== Segment start ==
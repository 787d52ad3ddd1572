"""All sheets of a pack, in the order of the job."""

from __future__ import annotations

from collections.abc import Iterator

from sheets.pages.compose.cover import cover
from sheets.pages.compose.engineer import engineer
from sheets.pages.compose.faces import tags
from sheets.pages.compose.instruction import Numbering, instruction
from sheets.pages.compose.lockout import energies, lockout
from sheets.pages.compose.matter import Matter
from sheets.pages.compose.record import record
from sheets.pages.document import Document, Section
from sheets.procedure.steps import StageKind

_LOCKED = (StageKind.ISOLATE, StageKind.LOCK_AGAIN)


def compose(matter: Matter) -> Document:
    """The content of a pack. The same matter gives the same document."""
    machine = matter.machine
    return Document(
        number=machine.document,
        title=matter.text("footer_title", name=machine.name, tag=machine.tag, plant=machine.plant),
        language=machine.language,
        data_dated=machine.dated.isoformat(),
        engine=matter.engine,
        sections=tuple(_sections(matter)),
        footer=matter.text("footer", telephone=matter.site.planner_telephone if matter.site else ""),
    )


def _sections(matter: Matter) -> Iterator[Section]:
    numbers = Numbering()
    job = tuple(
        lockout(matter, stage) if stage.kind in _LOCKED else instruction(matter, stage, numbers)
        for stage in matter.procedure.stages
    )
    yield cover(matter, job)
    yield energies(matter)
    yield from job
    yield record(matter)
    if matter.sets:
        yield tags(matter)
    yield engineer(matter)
== Segment end ==
Task instructions » The line containing "yield record(matter)" and every line after it, through the end of the records above: output exactly those, and nothing else.

Exercise answer »
    yield record(matter)
    if matter.sets:
        yield tags(matter)
    yield engineer(matter)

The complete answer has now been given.